THE CHAIRPERSON of the Health Market Inquiry, Judge Sandile Ngcobo, addresses the Competition Commission’s media briefing on the release of the inquiry’s report earlier this week. Karen Sandison African News Agency (ANA)
Almost six years after the Health Market Inquiry was instituted, the Competition Commission has finally submitted its report to the Trade and Industry Minister.

The commission has concluded that private healthcare is plagued by high and rising costs of medical cover, significant over-utilisation without a demonstrative improvement in health outcomes - and a “milking of the system” due to a lack of controls by the Department of Health.

It says the department has not reined in the private sector, hasn’t used existing powers to manage the market, failed to ensure regular reviews, and not held regulators, such as the Health Professions Council of SA and the Council for Medical Schemes, sufficiently responsible, which has enabled “uncompetitive and inefficient behaviours within the sector”.

Viewed as a lead-in for the establishment of the National Health Insurance (NHI), the report has identified features in the market preventing, restricting or distorting competition, including “highly concentrated funders and facilities markets, disempowered and uninformed consumers, a general absence of value-based purchasing, and practitioners who are subject to little regulation and failures of accountability at many levels”.

The commission says a more competitive private healthcare market is essential to lowering costs, giving consumers better value for money, and promoting innovation. And with the state due to become a purchaser of services from the sector, interventions such as the establishment of a supply-side regulator, which will regulate health facilities and practitioners, pricing, and service monitoring; a standardised single obligatory benefit package; a risk adjustment mechanism and a system to increase transparency on health outcomes are essential to greater competition and efficiency.

The panel notes: “We are concerned that although the National Health Act was enacted 16 years ago, its key provisions - in particular, those relating to the licensing of facilities, reference lists, the creation and publication of a national database on financing and pricing of healthcare goods and services - have not yet been implemented.”

Regarding the medical scheme industry, the panel has called on the commission to review its approach to mergers to address high levels of concentration and provide guidance to practitioner associations. It says since 2000, the scheme market has experienced significant consolidation, with the total number of schemes decreasing from 163 to 81 in 2017.

The panel also flagged unintended supply-side consequences of prescribed minimum benefits (PMBs). It said that while having had a positive impact in giving members a minimum level of coverage, PMBs have affected competition and contributed to “undesirable market outcomes”, with patients unnecessarily admitted to hospitals in order to qualify for treatment. It says the PMB structure has not been meaningfully reviewed since introduction almost 15 years ago - despite a legal obligation to do so every two years. The Council for Medical Schemes is currently reviewing the PMBs.

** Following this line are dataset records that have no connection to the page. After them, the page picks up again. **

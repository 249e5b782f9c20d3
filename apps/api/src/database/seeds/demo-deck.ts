import type {
  ChangeActor,
  CycleConditions,
  LineupSnapshot,
  ReadinessStep,
  SlotView,
  WindReadingFields,
} from '@catline/contracts';
import type { DataSource } from 'typeorm';
import { AuditTrail } from '../../audit/audit-trail.service.js';
import { toAuthenticatedUser } from '../../auth/session.mapper.js';
import type { AuthenticatedUser } from '../../common/authenticated-user.js';
import { CycleCommandsService } from '../../cycles/cycle-commands.service.js';
import { CyclesService } from '../../cycles/cycles.service.js';
import { LaunchPrerequisitesService } from '../../cycles/launch-prerequisites.service.js';
import type { CreateCycleDto } from '../../cycles/dto/create-cycle.dto.js';
import { BasisChecks } from '../../cycle-changes/basis-checks.service.js';
import { LineupChangeFeed } from '../../cycle-changes/change-feed.service.js';
import { Clock } from '../../cycle-changes/clock.js';
import { CycleChangeService, actorOf } from '../../cycle-changes/cycle-change.service.js';
import { LineupStateCache } from '../../cycle-changes/lineup-state.cache.js';
import { CycleClosing } from '../../cycles/cycle-closing.service.js';
import { LineupChangesService } from '../../cycle-changes/lineup-changes.service.js';
import { LineupCommandsService } from '../../lineup/lineup-commands.service.js';
import { LineupSnapshotService } from '../../cycle-changes/lineup-snapshot.service.js';
import { LineupStateLoader } from '../../cycle-changes/lineup-state.js';
import { ReadinessService } from '../../lineup/readiness.service.js';
import { MailOutbox } from '../../mail/mail-outbox.service.js';
import { User } from '../entities/user.entity.js';
import { WHOLE_FLEET } from '../../common/ship-scope.js';

/** A clock the demo sets, so the history it builds carries the times of an invented flying day. */
export class SetClock extends Clock {
  constructor(public at: Date) {
    super();
  }

  now(): Date {
    return new Date(this.at);
  }

  advance(seconds: number): void {
    this.at = new Date(this.at.getTime() + seconds * 1000);
  }
}

export interface DemoSortie {
  side: string;
  mission: string;
  grossWeightLb: number;
  fuelLb: number;
  stores?: string;
  pilot?: string;
  tanker?: boolean;
  earlyWarning?: boolean;
  spare?: boolean;
}

/**
 * Drives the real cycle and lineup services outside the app, so every demo cycle, its lineup and its
 * change log come from the same commands the people use, and the log replays to the final state.
 */
export class DemoDeck {
  readonly clock: SetClock;
  private readonly cycles: CyclesService;
  private readonly cycleCommands: CycleCommandsService;
  private readonly prerequisites: LaunchPrerequisitesService;
  private readonly lineup: LineupCommandsService;
  private readonly readiness: ReadinessService;
  private readonly snapshots: LineupSnapshotService;

  private constructor(
    private readonly dataSource: DataSource,
    private readonly people: Map<string, AuthenticatedUser>,
    start: Date,
  ) {
    this.clock = new SetClock(start);
    const loader = new LineupStateLoader();
    const log = new LineupChangesService(dataSource);
    const changes = new CycleChangeService(
      dataSource,
      loader,
      new LineupStateCache(dataSource, true),
      new LineupChangeFeed(log),
      this.clock,
    );
    const basis = new BasisChecks(log);
    const closing = new CycleClosing(new MailOutbox());
    this.cycles = new CyclesService(dataSource, new AuditTrail(), this.clock);
    this.cycleCommands = new CycleCommandsService(changes, basis, closing, this.clock);
    this.prerequisites = new LaunchPrerequisitesService(changes, basis, this.clock);
    this.lineup = new LineupCommandsService(changes, basis, this.clock);
    this.readiness = new ReadinessService(changes, basis, log, closing, this.clock);
    this.snapshots = new LineupSnapshotService(dataSource, loader, this.clock);
  }

  static async open(dataSource: DataSource, start: Date): Promise<DemoDeck> {
    const users = await dataSource.manager.find(User);
    return new DemoDeck(dataSource, new Map(users.map((user) => [user.email, toAuthenticatedUser(user)])), start);
  }

  person(email: string): AuthenticatedUser {
    const person = this.people.get(email);
    if (!person) throw new Error(`The demo has no ${email}`);
    return person;
  }

  actor(email: string): ChangeActor {
    return actorOf(this.person(email));
  }

  async createCycle(request: CreateCycleDto): Promise<number> {
    return (await this.cycles.create(WHOLE_FLEET, request)).id;
  }

  /** Air operations enters a wind reading (the ship's wind figures read again count as a new one). */
  async readWind(cycleId: number, by: string, reading: WindReadingFields & Partial<CycleConditions>): Promise<void> {
    const { version } = (await this.snapshot(cycleId)).cycle;
    await this.cycleCommands.updateConditions(cycleId, this.actor(by), { basisVersion: version, ...reading });
  }

  snapshot(cycleId: number): Promise<LineupSnapshot> {
    return this.snapshots.snapshot(cycleId);
  }

  async slot(cycleId: number, side: string): Promise<SlotView> {
    const slot = (await this.snapshot(cycleId)).slots.find((view) => view.sideNumber === side);
    if (!slot) throw new Error(`Cycle ${cycleId} has no ${side}`);
    return slot;
  }

  async add(cycleId: number, by: string, sortie: DemoSortie): Promise<void> {
    const aircraft = await this.dataSource.query<{ id: number }[]>('SELECT id FROM aircraft WHERE side_number = ?', [
      sortie.side,
    ]);
    await this.cycleCommands.addSlot(cycleId, this.actor(by), {
      aircraftId: aircraft[0].id,
      pilotId: sortie.pilot ? this.person(sortie.pilot).id : null,
      mission: sortie.mission,
      fuelLb: sortie.fuelLb,
      stores: sortie.stores ?? '',
      grossWeightLb: sortie.grossWeightLb,
      tanker: sortie.tanker ?? false,
      earlyWarning: sortie.earlyWarning ?? false,
      spare: sortie.spare ?? false,
    });
  }

  /** Moves an aircraft to a catapult (by number) at an index, as the handler drags it. */
  async move(cycleId: number, by: string, side: string, catapultNumber: number, index: number): Promise<void> {
    const snapshot = await this.snapshot(cycleId);
    const slot = snapshot.slots.find((view) => view.sideNumber === side)!;
    const lane = snapshot.lanes.find((view) => view.number === catapultNumber)!;
    await this.lineup.move(cycleId, this.actor(by), {
      slotId: slot.id,
      slotVersion: slot.version,
      toCatapultId: lane.catapultId,
      toIndex: index,
      targetLaneOrder: lane.slotIds,
    });
  }

  async markDown(cycleId: number, by: string, side: string, spareSide: string): Promise<void> {
    const slot = await this.slot(cycleId, side);
    const spare = await this.slot(cycleId, spareSide);
    await this.lineup.markDown(cycleId, this.actor(by), slot.id, { slotVersion: slot.version, spareSlotId: spare.id });
  }

  async acknowledgeWeight(cycleId: number, side: string): Promise<void> {
    const slot = await this.slot(cycleId, side);
    const pilot = [...this.people.values()].find((person) => person.id === slot.pilotId)!;
    await this.readiness.acknowledgeWeight(cycleId, pilot, slot.id, {
      slotVersion: slot.version,
      grossWeightLb: slot.grossWeightLb,
    });
  }

  /** The air boss ticks every launch prerequisite still open, half a minute apart. */
  async tickPrerequisites(cycleId: number, by: string): Promise<void> {
    const { cycle } = await this.snapshot(cycleId);
    for (const [index, prerequisite] of cycle.launchPrerequisites.entries()) {
      if (prerequisite.ticked) continue;
      const { version } = await this.snapshot(cycleId);
      await this.prerequisites.set(cycleId, this.actor(by), index + 1, { basisVersion: version, ticked: true });
      this.clock.advance(30);
    }
  }

  async start(cycleId: number, by: string): Promise<void> {
    await this.cycleCommands.start(cycleId, this.actor(by), { basisVersion: (await this.snapshot(cycleId)).version });
  }

  /** The catapult officer of the aircraft's catapult takes the step. */
  async advance(cycleId: number, side: string, to: ReadinessStep | 'resume'): Promise<void> {
    const slot = await this.slot(cycleId, side);
    // The pilot agreed the planned weight on the tablet; the officer records that figure.
    const agreedWeightLb = to === 'weight_agreed' ? slot.grossWeightLb : undefined;
    // The console shows the approved setting, and the officer reads it back.
    const settingReadBack = to === 'setting_set' ? (slot.figures?.catapultSetting ?? undefined) : undefined;
    await this.readiness.advance(cycleId, this.officerOf(slot), slot.id, {
      slotVersion: slot.version,
      to,
      agreedWeightLb,
      settingReadBack,
    });
  }

  async suspend(cycleId: number, side: string, reason: string): Promise<void> {
    const slot = await this.slot(cycleId, side);
    await this.readiness.suspend(cycleId, this.officerOf(slot), slot.id, { slotVersion: slot.version, reason });
  }

  async launch(cycleId: number, side: string): Promise<void> {
    const slot = await this.slot(cycleId, side);
    await this.readiness.launch(cycleId, this.officerOf(slot), slot.id, {
      slotVersion: slot.version,
      idempotencyKey: `demo-cycle-${cycleId}-${side}`,
    });
  }

  private officerOf(slot: SlotView): AuthenticatedUser {
    const officer = [...this.people.values()].find(
      (person) => person.role === 'catapult_officer' && person.catapultId === slot.catapultId,
    );
    if (!officer) throw new Error(`No catapult officer runs the catapult of ${slot.sideNumber}`);
    return officer;
  }
}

Inquiry panel member Dr Lungiswa Nkonki says the investigation looked into why medical scheme premium increases were above Consumer Price Index inflation. “Industry players said it was age, disease burden, the cost of technology, increasing demand for medicines, and incomplete regulatory framework. The high costs can be explained by age and burden of disease, but a huge portion cannot be explained. We believe the driving cost is supply-induced demand, inappropriate care or excessive utilisation.”

She says once Parliament has adopted the report, the commission will begin talks with the health department and other regulators. With the amendments to the Competition Act this year, their recommendations are binding and enforceable. But it’s a phased process, likely to be completed over five years.

Nkonki says the panel found high concentration levels in the market. “Both Netcare and Mediclinic say we used outdated data, which is simply not true. They say there are other entrants in the market, and that it is moderately concentrated (which we found in last year’s preliminary report). We then worked on updated data, which showed it is still highly concentrated compared to international standards.”

The panel also flagged the role of medical scheme brokers: they found brokers rarely communicate with clients, despite earning monthly commissions of 3 percent plus VAT on members’ contributions. And yet - when consumers approach schemes directly, that commission isn’t applied, so they’re subsidising broker fees for other members.

“Brokers are paid by the scheme: consumers don’t know they are paying for this. This is inappropriate. Brokers are earning and interest is aligned with their administrators, not members. We propose an opt-in system where they decide to use a broker - if not, they should pay less.”

Public health-sector problems have received widespread attention, but Nkonki says this is the first process that has been evidence-based about the issues in the private sector.

“We have found high and rising costs. The recommendations will reduce costs and prices in the private sector, allowing the NHI to purchase services at a reasonable rate. Commissioner Tembinkosi Bonakele said the NHI needs competent negotiators. Other state-owned entities are single purchasers but haven’t been able to get lower rates. The NHI needs a private sector context where competition is effective.”